A generic middleware for logging errors.

6

Information about outbound requests is logged.

7

Information about server starts is also logged.

This file logs some key pieces of information. The first thing logged is when the server starts. The second set of information is by way of a generic middleware handler. It logs data about any incoming request, including the path, the method, the IP address, and the user agent. This is similar to the access log for a traditional web server. Finally, the application tracks outbound requests to the recipe-api service.

The contents of the logstash.js file might be more interesting.

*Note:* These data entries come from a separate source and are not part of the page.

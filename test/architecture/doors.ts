import { posix } from 'node:path';
import { allImports, type Import } from './imports.ts';
import type { Breach, SourceSet } from './source-set.ts';

const layerOf = (path: string): string => path.slice(0, path.indexOf('/') + 1);

/** What a layer shows to the others: its own index, and engine/math, which everything that must not vary uses. */
const FRONT_DOOR = /^(engine\/index\.ts|engine\/math\/index\.ts|formats\/index\.ts|viewer\/.*)$/;

/** A test may look inside the folder that it mirrors. */
const mirrors = (from: string, target: string): boolean =>
  from.startsWith(`test/${posix.dirname(target)}/`) ||
  posix.dirname(from) === `test/${posix.dirname(target)}`;

function fault(i: Import): string | null {
  const { from, target } = i;
  if (target === null || !/\.[cm]?ts$/.test(target)) return null;
  const folder = posix.dirname(target);
  // Own files, and loose files of a folder that one stands in.
  if (`${posix.dirname(from)}/`.startsWith(`${folder}/`)) return null;
  // Tests look inside the folder that they mirror, and share what supports them without a door.
  if (from.startsWith('test/') && (mirrors(from, target) || target.startsWith('test/'))) return null;
  if (posix.basename(target) !== 'index.ts') return `goes past ${folder}/index.ts`;
  const fromLayer = layerOf(from);
  if (fromLayer !== layerOf(target) && fromLayer !== 'test/' && !FRONT_DOOR.test(target)) {
    return `goes past ${layerOf(target)}index.ts`;
  }
  return null;
}

/** Imports past another folder's index.ts, and `export *`. Workers are started by their file, so they may. */
export function doorBreaches(files: SourceSet): Breach[] {
  const breaches: Breach[] = [];
  for (const i of allImports(files)) {
    const message = i.kind === 'worker' ? null : fault(i);
    if (message !== null)
      breaches.push({ rule: 'door', file: i.from, line: i.line, message: `'${i.specifier}' ${message}` });
    if (i.everything) {
      breaches.push({
        rule: 'export-all',
        file: i.from,
        line: i.line,
        message: `export * from '${i.specifier}'`,
      });
    }
    if (i.target !== null && i.kind !== 'worker' && !/\.[a-z0-9]+$/i.test(i.target)) {
      breaches.push({
        rule: 'extension',
        file: i.from,
        line: i.line,
        message: `'${i.specifier}' has no extension`,
      });
    }
  }
  return breaches;
}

There are many libraries available on npm for transmitting logs to Logstash (@log4js-node/logstashudp is one such package). These libraries support a few methods for transmission, UDP included. Since the mechanism for sending logs is so simple, you’re going to reproduce a version from scratch. This is great for educational purposes, but a full-featured package from npm will make a better choice for a production application.

Create a new file called web-api/logstash.js. Unlike the other JavaScript files you’ve created so far, this one won’t be executed directly. Add the content from Example 4-4 to this file.

Example 4-4. web-api/logstash.js
const client = require('dgram').createSocket('udp4'); 1
const host = require('os').hostname();
const [LS_HOST, LS_PORT] = process.env.LOGSTASH.split(':'); 2
const NODE_ENV = process.env.NODE_ENV;

module.exports = function(severity, type, fields) {
  const payload = JSON.stringify({ 3
    '@timestamp': (new Date()).toISOString(),
    "@version": 1, app: 'web-api', environment: NODE_ENV,
    severity, type, fields, host
  });
  console.log(payload);
  client.send(payload, LS_PORT, LS_HOST);
};
1

The built-in dgram module sends UDP messages.

2

The Logstash location is stored in LOGSTASH.

3

Several fields are sent in the log message.

This basic Logstash module exports a function that application code calls to send a log. Many of the fields are automatically generated, like @timestamp, which represents the current time. The app field is the name of the running application and doesn’t need to be overridden by the caller. Other fields, like severity and type, are fields that the application is going to change all the time. The fields field represents additional key/value pairs the app might want to provide.

The severity field (often called the log level in other logging frameworks) refers to the importance of the log. Most logging packages support the following six values, originally made popular by the npm client: error, warn, info, verbose, debug, silly. It’s a common pattern with more “complete” logging packages to set a logging threshold via environment variable. For example, by setting the minimum severity to verbose, any messages with a lower severity (namely debug and silly) will get dropped. The overly simple logstash.js module doesn’t support this.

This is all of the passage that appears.